Three master limited partnerships (MLPs) with double-digit yields -- Magellan Midstream Partners (MMP -0.34%), Plains All American Pipeline (PAA -0.25%), and MPLX (MPLX 0.44%) -- suffered double-digit price declines in September, according to data provided by S&P Global Market Intelligence.
The companies' unit prices (the MLP version of share prices) lost out to the S&P 500, which only slipped 3.9% for the month. Meanwhile, Magellan's unit price fell by 10%, MPLX's was down 13.8%, and Plains' dropped 15.5%. The year-to-date picture is even worse, with MPLX's shares down more than 35% so far in 2020, while Magellan's have fallen 44% and Plains' a jaw-dropping 68.5% this year.
The three companies operate North American pipeline and storage-terminal networks for crude oil and other products. But within that universe, the companies are differentiated by what they transport and where it goes.
Magellan primarily deals with refined products through its extensive Midwestern pipeline network, plus a series of refined-product storage terminals in the Southeast. It also has a few long-haul crude pipelines in Texas, Oklahoma, and Kansas.
Plains All American, on the other hand, primarily operates crude oil pipelines and terminals. Its network is centralized in Texas, but its long-haul crude pipelines stretch all the way to the Province of Alberta in Canada.
MPLX transports crude oil and refined products through its pipelines, but also has natural-gas gathering systems and fractionation capabilities (basically, the natural gas equivalent of crude oil refining).

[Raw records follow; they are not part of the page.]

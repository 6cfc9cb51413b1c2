package main

import (
	"fmt"
	"os"
	"path/filepath"
	"strings"
	"testing"
)

// --missing-codes marks a column's own codes as missing, as a plan's
// dictionary.COLUMN.missing does: the fit of a file holding -9 (and -99.0,
// the code written otherwise) in a predictor, with the codes given, is the
// fit of the same file with those cells empty, byte for byte but for the
// file's name; without the flag -9 is a number and the fit differs. The
// data are invented (seeded arithmetic).
func TestFitMissingCodesAsEmptyCells(t *testing.T) {
	dir := t.TempDir()
	var coded, empty strings.Builder
	coded.WriteString("y,a,b\n")
	empty.WriteString("y,a,b\n")
	for i := 1; i <= 90; i++ {
		a := fmt.Sprintf("%.2f", float64(i*37%100)/25-2)
		b := fmt.Sprint(i * 7 % 5)
		y := (i*13%7+i%3)%3 + 1
		fmt.Fprintf(&empty, "%d,%s,%s\n", y, a, map[bool]string{true: "", false: b}[i%9 == 0 || i%17 == 0])
		switch {
		case i%9 == 0:
			b = "-9"
		case i%17 == 0:
			b = "-99.0"
		}
		fmt.Fprintf(&coded, "%d,%s,%s\n", y, a, b)
	}
	c, e := filepath.Join(dir, "coded.csv"), filepath.Join(dir, "empty.csv")
	os.WriteFile(c, []byte(coded.String()), 0o644)
	os.WriteFile(e, []byte(empty.String()), 0o644)
	fitOf := func(file string, extra ...string) string {
		out, errs, code := runCLI(append([]string{"fit", "--data", file, "--outcome", "y", "--predictors", "a,b"}, extra...)...)
		if code != 0 {
			t.Fatalf("%s %v: exit %d: %s", file, extra, code, errs)
		}
		return strings.ReplaceAll(out, file, "DATA")
	}
	want := fitOf(e)
	if got := fitOf(c, "--missing-codes", "b=-9/-99"); got != want {
		t.Errorf("with --missing-codes:\n%s\nwant (the cells empty):\n%s", got, want)
	}
	if !strings.Contains(want, "(b: 15)") {
		t.Errorf("the drop summary does not count b's 15 missing cells:\n%s", want)
	}
	if got := fitOf(c); got == want {
		t.Errorf("without --missing-codes, -9 was not read as a number")
	}
}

But when the entire industry is experiencing a downturn, exactly what oil and gas products a company's network is transporting and storing doesn't matter quite so much: Things are going to be bad. And in September, the downturn that has gripped the global oil and gas industry since March continued.

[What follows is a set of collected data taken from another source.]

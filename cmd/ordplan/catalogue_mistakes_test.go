package main

// Catalogue items of mistakes a hostile or careless user made on the
// command line, in plans and in folders (docs/bad-inputs.md), run by
// TestBadInputCatalogue with the others.

import (
	"os"
	"path/filepath"
	"testing"
)

// noFolder checks that an item made no folder name in dir.
func noFolder(name string) func(t *testing.T, dir, out, errs string) {
	return func(t *testing.T, dir, out, errs string) {
		t.Helper()
		if _, err := os.Stat(filepath.Join(dir, name)); !os.IsNotExist(err) {
			t.Errorf("%s was made: %v", name, err)
		}
	}
}

// mistakeItems are the catalogue items of this file.
func mistakeItems(dir string) []badInput {
	return []badInput{
		{id: "A30", name: "power --n above the most rows simulated", args: []string{"power", "--n", "200,2000000000", "--out", filepath.Join(dir, "A30-power")}, code: 2,
			plan:  edit() + assumed("{a: 0.2}", ""),
			want:  []string{"ordplan power: --n: the sample size 2000000000 is above 10000000, the most rows ordplan simulates (as for assumptions.n); give sizes from 10 to 10000000"},
			check: noFolder("A30-power")},
		{id: "A30", name: "rehearse --n above the most rows simulated", args: []string{"rehearse", "--n", "2000000000", "--out", filepath.Join(dir, "A30-rehearsal")}, code: 2,
			plan:  edit() + assumed("{a: 0.2}", ""),
			want:  []string{"ordplan rehearse: --n 2000000000 is above 10000000, the most rows ordplan simulates (as for assumptions.n); give --n from 10 to 10000000"},
			check: noFolder("A30-rehearsal")},
	}
}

The pipelines operated by Magellan, Plains, and MPLX primarily generate fee-based income through a tollbooth model. That is, they charge other companies volume-based fees to transport products through their pipelines and to store it in their terminals. The more product a company ships, the more they pay.
What's good about this arrangement is that it largely insulates pipeline companies from fluctuations in oil and gas prices. Whether oil's cheap or expensive, it still has to be shipped. And as long as the country was experiencing an oil and gas boom, with companies clamoring for more pipeline capacity, everything was coming up roses for midstream MLPs.
But with the coronavirus pandemic, fuel demand has dropped, and many oil and gas producers have shut-in production, especially in the formerly red-hot Permian Basin. A year ago, pipeline companies literally couldn't construct pipes from the Permian to the Gulf Coast fast enough. Now, they're offering discounts and other incentives to try to hang on to what little volume is left.
News during the month of September that Saudi Arabia was offering discounts to its Asian customers, and that Libya would be ramping up crude oil production, made it clear that global oversupply wasn't likely to go away anytime soon. And that global oversupply seems likely to result in plenty of unused capacity in U.S. pipelines as producers keep their expensive shale-production operations on ice.
Even though the situation seems unlikely to reverse itself anytime soon, investors may be tempted by the companies' yields. MLPs are required to pay out most of their cash flow as distributions to unitholders, and the bludgeoning their unit prices have taken has resulted in double-digit yields. Magellan is currently yielding 12%, and Plains about 12.5%, while MPLX's yield has soared to 17.4%!
Of course, yields can change if distributions get cut; Plains, for example, has already cut its distribution three times in the last five years. Magellan has a solid balance sheet and expects its cash flows to easily cover its yield. And while MPLX has much more debt, its management is still expressing confidence in its ability to cover its dividend.
The prospect of such a high yield may be enticing to dividend investors, but they should understand the risks. Magellan's payout, at least, looks reasonably solid, with MPLX's slightly less so, and Plains' the least secure of the lot.